▶ _Work request_
Look through the records below and collect all lines that hold the string "OuterRadius".

[Records contained in a dataset]
package model

import (
	"errors"
	"fmt"
	"math"
	"sync"

	"kern/checker/catalogue"
	"kern/checker/derivation"
	"kern/checker/section"
	"kern/lang"
	"kern/lang/unit"
)

// sections reads the cross-sections.
func (b *builder) sections() {
	for _, d := range b.of("section") {
		r := b.reader(d)
		name := r.name("a section")
		if name == nil {
			continue
		}
		n := b.env.Names[name.Text]
		if n == nil || n.Stmt != d.stmt {
			continue // given twice, or a word that the language has taken
		}
		s := &Section{Name: name.Text, Place: r.place(name.Span)}
		n.Index = len(b.env.Sections)
		b.env.Sections = append(b.env.Sections, s)
		if e := r.take(); e == nil || e.Kind != lang.EqualsExpr {
			r.fail("wrong-form", d.stmt.Line, "a section is a catalogue name or a shape: section %s = \"HEB 160\", or section %s = tube { … }", name.Text, name.Text)
			s.Bad = true
			continue
		}
		s.Bad = !readSection(r, b.reader, d, s) || hurt(d.decl, d.stmt)
	}
}

// readSection reads what stands behind the sign of a section: a designation or
// a shape with its block.
func readSection(r *reader, newReader func(declared) *reader, d declared, s *Section) bool {
	e := r.peek()
	if e != nil && e.Kind == lang.StringExpr {
		r.take()
		if !fromCatalogue(r, e, s) {
			return false
		}
		if d.stmt.Body != nil {
			r.fail("left-over", d.stmt.Body.Span, "a catalogue section takes no block")
		}
		return r.end()
	}
	if p, found := r.inQuotes("a section of the catalogue", inCatalogue); found {
		r.problem(p)
		return false
	}
	word, ok := r.wordOf("the shape", shapeWords...)
	if !ok {
		return false
	}
	if !r.end() {
		return false
	}
	if d.stmt.Body == nil {
		r.fail("wrong-form", d.stmt.Line, "a %s has a block with its dimensions: %s", word, shapeForms[word])
		return false
	}
	if word == "given" {
		return givenSection(r, newReader, d, s)
	}
	return shapedSection(r, newReader, d, s, word)
}

var shapeWords = []string{"tube", "pipe", "bar", "rod", "isection", "channel", "tee", "angle", "doubleangle", "given"}

var shapeForms = map[string]string{
	"tube":        "tube { width = 90 mm; wall = 6.3 mm; made = cold }",
	"pipe":        "pipe { outside = 168.3 mm; wall = 8 mm; made = hot }",
	"bar":         "bar { width = 60 mm; depth = 90 mm }",
	"rod":         "rod { diameter = 50 mm }",
	"isection":    "isection { depth = 400 mm; width = 200 mm; web = 8 mm; flange = 14 mm; made = welded }",
	"channel":     "channel { depth = 200 mm; width = 75 mm; web = 8 mm; flange = 11 mm; made = rolled }",
	"tee":         "tee { depth = 150 mm; width = 150 mm; web = 8 mm; flange = 12 mm; made = welded }",
	"angle":       "angle { depth = 100 mm; width = 75 mm; wall = 8 mm; root = 10 mm }",
	"doubleangle": "doubleangle { depth = 100 mm; width = 75 mm; wall = 8 mm; gap = 10 mm }",
	"given":       "given { A = 24.1 cm2; I_major = 612 cm4; I_minor = 201 cm4; curve = c }",
}

// rolled caches the computed properties of catalogue sections: they never
// change while the program runs.
var rolled sync.Map // designation -> *section.Properties

func fromCatalogue(r *reader, e *lang.Expr, s *Section) bool {
	entry, ok := catalogue.Find(e.Text)
	if n := r.env.Names[e.Text]; !ok && n != nil && n.Kind == SectionName {
		r.problem(unquoted(e, "a section of the calculation"))
		return false
	}
	if !ok {
		near := catalogue.Nearest(e.Text, 4)
		p := lang.Problem{Rule: "unknown-section", Span: e.Span, Message: "'" + clip(e.Text) + "' is no section of the catalogue"}
		if len(near) > 0 {
			p.Message += "; the nearest are " + lang.OrList(near)
		}
		for _, n := range near {
			p.Fixes = append(p.Fixes, lang.Replace("Write "+n, false, e.Span, `"`+n+`"`))
		}
		r.problem(p)
		return false
	}
	if err := s.roll(entry); err != nil {
		r.fail("impossible-section", e.Span, "%s: %v", entry.Designation, err)
		return false
	}
	return true
}

// RolledSection is a section of the catalogue as a calculation has it that names
// its designation. Whoever uses the section gives it its name and place.
func RolledSection(entry catalogue.Entry) (*Section, error) {
	s := &Section{}
	return s, s.roll(entry)
}

// roll gives a section the dimensions and properties of one of the catalogue.
func (s *Section) roll(entry catalogue.Entry) error {
	s.Designation, s.Standard, s.Shape = entry.Designation, entry.Standard, entry.Shape
	if entry.Assumed != "" {
		s.Assumed = append(s.Assumed, entry.Designation+" taken as "+entry.Assumed)
	}
	if !entry.Listed {
		s.Assumed = append(s.Assumed, entry.Designation+" is not among the common sizes of "+entry.Standard)
	}
	s.assumePair()
	if p, ok := rolled.Load(entry.Designation); ok {
		s.Properties = *p.(*section.Properties)
	} else {
		props, err := section.Compute(entry.Shape)
		if err != nil {
			return err
		}
		rolled.Store(entry.Designation, &props)
		s.Properties = props
	}
	s.Thickness = thickest(s.Shape)
	return nil
}

// thickest is the thickness that decides a grade's strength.
func thickest(s section.Shape) float64 {
	switch s.Kind {
	case section.Bar:
		return min(s.Depth, s.Width)
	case section.Rod:
		return s.Diameter
	}
	return max(s.Web, s.Flange, s.Wall)
}

var wantSize = want{what: "a size of the section", dim: unit.Length, unit: "mm", min: 2e-3, max: 5}
var wantWall = want{what: "a thickness", dim: unit.Length, unit: "mm", min: 0.3e-3, max: 0.5}
var wantRadius = want{what: "a radius", dim: unit.Length, unit: "mm", max: 0.5, zero: true}

// shapedSection reads the dimensions of a shape.
func shapedSection(r *reader, newReader func(declared) *reader, d declared, s *Section, word string) bool {
	shape := &s.Shape
	places := map[string]lang.Span{}
	corner := math.NaN()
	set := func(to *float64, w want) func(r *reader) {
		return func(r *reader) {
			w.what = "the " + r.stmt.Word
			if v, span, ok := r.quantity(w); ok {
				*to = v
				places[r.stmt.Word] = span
			}
		}
	}
	made := func(allowed ...string) func(r *reader) {
		return func(r *reader) {
			if w, ok := r.wordOf("the way of making", allowed...); ok {
				shape.Made = map[string]section.Made{"rolled": section.Rolled, "hot": section.Hot, "cold": section.Cold, "welded": section.Welded}[w]
			}
		}
	}
	var take map[string]func(r *reader)
	var need []string
	plates := map[string]func(r *reader){"depth": set(&shape.Depth, wantSize), "width": set(&shape.Width, wantSize), "web": set(&shape.Web, wantWall),
		"flange": set(&shape.Flange, wantWall), "root": set(&shape.Root, wantRadius), "made": made("rolled", "welded")}
	switch word {
	case "tube":
		shape.Kind = section.Tube
		take = map[string]func(r *reader){"depth": set(&shape.Depth, wantSize), "width": set(&shape.Width, wantSize), "wall": set(&shape.Wall, wantWall),
			"corner": set(&corner, wantRadius), "made": made("hot", "cold", "welded")}
		need = []string{"width", "wall"}
	case "pipe":
		shape.Kind = section.Pipe
		take = map[string]func(r *reader){"outside": set(&shape.Diameter, wantSize), "wall": set(&shape.Wall, wantWall), "made": made("hot", "cold", "welded")}
		need = []string{"outside", "wall"}
	case "bar":
		shape.Kind = section.Bar
		take = map[string]func(r *reader){"depth": set(&shape.Depth, wantSize), "width": set(&shape.Width, wantSize)}
		need = []string{"width"}
	case "rod":
		shape.Kind = section.Rod
		take = map[string]func(r *reader){"diameter": set(&shape.Diameter, wantSize)}
		need = []string{"diameter"}
	case "isection":
		shape.Kind, take = section.ISection, plates
		need = []string{"depth", "width", "web", "flange"}
	case "channel":
		shape.Kind, take = section.Channel, plates
		take["toe"] = set(&shape.Toe, wantRadius)
		need = []string{"depth", "width", "web", "flange"}
	case "tee":
		shape.Kind, take = section.Tee, plates
		need = []string{"depth", "width", "web", "flange"}
	case "angle", "doubleangle":
		shape.Kind = section.Angle
		take = map[string]func(r *reader){"depth": set(&shape.Depth, wantSize), "width": set(&shape.Width, wantSize), "wall": set(&shape.Wall, wantWall),
			"root": set(&shape.Root, wantRadius), "toe": set(&shape.Toe, wantRadius), "made": made("rolled", "welded")}
		need = []string{"depth", "wall"}
		if word == "doubleangle" {
			shape.Kind = section.DoubleAngle
			take["gap"] = set(&shape.Gap, wantRadius)
		}
	}
	if !readBody(newReader, word, d, d.stmt.Body, take) {
		return false
	}
	if hurt(d.decl, d.stmt) {
		return false // what is missing may stand where it could not be read
	}
	for _, n := range need {
		if _, ok := places[n]; !ok {
			r.problem(lang.Problem{Rule: "missing-value", Span: s.Place.Span, Message: fmt.Sprintf("the %s lacks its %s: %s", word, n, shapeForms[word])})
			return false
		}
	}
	s.complete(corner, r.env.Basis.Show)
	var shapeErr *section.ShapeError
	props, err := section.Compute(*shape)
	if errors.As(err, &shapeErr) {
		f := shapeErr.Faults[0]
		if f.Field == "outer" || f.Field == "inner" {
			f.Field = "corner"
		}
		span, ok := places[f.Field]
		if !ok {
			span = d.stmt.Line
		}
		r.fail("impossible-section", span, "%s", f.In(func(v float64) string { return r.env.Basis.Show.Short(v, unit.Length, 6) }))
		return false
	}
	if err != nil {
		r.fail("impossible-section", d.stmt.Line, "%v", err)
		return false
	}
	s.Properties = props
	s.Thickness = thickest(*shape)
	return true
}

// assumePair names what every check of a pair of angles takes for granted.
func (s *Section) assumePair() {
	if s.Shape.Kind == section.DoubleAngle {
		s.Assumed = append(s.Assumed, "the two angles of "+s.Title()+" act as one: connectors hold them so closely that neither buckles or slips between")
	}
}

// complete fills in what a shape leaves open, each as an assumption, in the units that
// results are shown in.
func (s *Section) complete(corner float64, units derivation.Units) {
	shape := &s.Shape
	assume := func(format string, args ...any) { s.Assumed = append(s.Assumed, fmt.Sprintf(format, args...)) }
	switch shape.Kind {
	case section.Tube, section.Bar:
		if shape.Depth == 0 {
			shape.Depth = shape.Width
		}
	case section.Angle, section.DoubleAngle:
		if shape.Width == 0 {
			shape.Width = shape.Depth
		}
	}
	s.assumePair()
	if shape.Made == section.MadeUnknown {
		switch shape.Kind {
		case section.Tube, section.Pipe:
			shape.Made = section.Cold
			assume("'%s' taken as cold formed (made is not given)", s.Name)
		case section.ISection, section.Channel, section.Tee:
			if shape.Root > 0 {
				shape.Made = section.Rolled
				assume("'%s' taken as rolled, as it has root fillets (made is not given)", s.Name)
			} else {
				shape.Made = section.Welded
				assume("'%s' taken as welded, as it has no root fillets (made is not given)", s.Name)
			}
		case section.Angle, section.DoubleAngle:
			shape.Made = section.Rolled
			assume("'%s' taken as rolled (made is not given)", s.Name)
		}
	}
	if shape.Kind == section.Tube {
		if math.IsNaN(corner) {
			shape.OuterRadius, shape.InnerRadius = section.DefaultRadii(shape.Made, shape.Wall)
			if shape.OuterRadius > 0 {
				assume("'%s' with corners of outside radius %s (corner is not given)", s.Name, units.Short(shape.OuterRadius, unit.Length, 3))
			}
		} else {
			s.CornerStated = true
			shape.OuterRadius = corner
			shape.InnerRadius = max(0, corner-shape.Wall)
		}
	}
}

// givenSection reads properties that the user states.
func givenSection(r *reader, newReader func(declared) *reader, d declared, s *Section) bool {
	s.Shape.Kind = section.Given
	s.Thickness = math.NaN()
	p := &s.Properties
	nan := math.NaN()
	*p = section.Properties{Area: nan, IMajor: nan, IMinor: nan, WelMajor: nan, WelMinor: nan, WplMajor: nan, WplMinor: nan, It: nan, Iw: nan, AvMajor: nan, AvMinor: nan}
	places := map[string]lang.Span{}
	set := func(to *float64, w want) func(r *reader) {
		return func(r *reader) {
			if v, span, ok := r.quantity(w); ok {
				*to, places[r.stmt.Word] = v, span
			}
		}
	}
	i4 := func(what string, zero bool) want {
		return want{what: what, dim: unit.Length4, unit: "cm4", min: 1e-12, max: 1, zero: zero}
	}
	w3 := func(what string) want {
		return want{what: what, dim: unit.Volume, unit: "cm3", min: 1e-9, max: 1}
	}
	curve := func(to ...*string) func(r *reader) {
		return func(r *reader) {
			if w, ok := r.wordOf("the buckling curve", "a0", "a", "b", "c", "d"); ok {
				for _, t := range to {
					if *t == "" {
						*t = w
					}
				}
			}
		}
	}
	class := 0.0
	ok := readBody(newReader, "given section", d, d.stmt.Body, map[string]func(r *reader){
		"A":       set(&p.Area, want{what: "the area", dim: unit.Area, unit: "cm2", min: 1e-6, max: 10}),
		"I_major": set(&p.IMajor, i4("the second moment of area", false)), "I_minor": set(&p.IMinor, i4("the second moment of area", false)),
		"W_major": set(&p.WelMajor, w3("the elastic section modulus")), "W_minor": set(&p.WelMinor, w3("the elastic section modulus")),
		"Wpl_major": set(&p.WplMajor, w3("the plastic section modulus")), "Wpl_minor": set(&p.WplMinor, w3("the plastic section modulus")),
		"A_v_major": set(&p.AvMajor, want{what: "the shear area", dim: unit.Area, unit: "cm2", min: 1e-6, max: 10}),
		"A_v_minor": set(&p.AvMinor, want{what: "the shear area", dim: unit.Area, unit: "cm2", min: 1e-6, max: 10}),
		"I_t":       set(&p.It, i4("the torsion constant", true)),
		"I_w":       set(&p.Iw, want{what: "the warping constant", dim: unit.Length6, unit: "cm6", max: 1, zero: true}),
		"thickness": set(&s.Thickness, wantWall),
		"class":     set(&class, want{what: "the cross-section class"}),
		"curve":     curve(&s.CurveMajor, &s.CurveMinor), "curve_major": curve(&s.CurveMajor), "curve_minor": curve(&s.CurveMinor),
	})
	if !ok {
		return false
	}
	for _, n := range []struct {
		name  string
		value float64
	}{{"A", p.Area}, {"I_major", p.IMajor}, {"I_minor", p.IMinor}} {
		if math.IsNaN(n.value) {
			r.problem(lang.Problem{Rule: "missing-value", Span: s.Place.Span, Message: fmt.Sprintf("the section lacks its %s: %s", n.name, shapeForms["given"])})
			return false
		}
	}
	if _, given := places["class"]; given && (class != math.Trunc(class) || class > 4) {
		r.problem(lang.Problem{Rule: "impossible-value", Span: places["class"], Message: "a cross-section class is 1, 2, 3 or 4"})
		return false
	}
	s.Class = int(class)
	if p.IMinor > p.IMajor {
		r.problem(lang.Problem{Rule: "impossible-section", Span: places["I_minor"], Message: "I_minor is larger than I_major: the major axis is the strong one"})
		return false
	}
	p.RMajor, p.RMinor = math.Sqrt(p.IMajor/p.Area), math.Sqrt(p.IMinor/p.Area)
	return true
}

▶ _Answer to this task_
			shape.OuterRadius, shape.InnerRadius = section.DefaultRadii(shape.Made, shape.Wall)
			if shape.OuterRadius > 0 {
				assume("'%s' with corners of outside radius %s (corner is not given)", s.Name, units.Short(shape.OuterRadius, unit.Length, 3))
			shape.OuterRadius = corner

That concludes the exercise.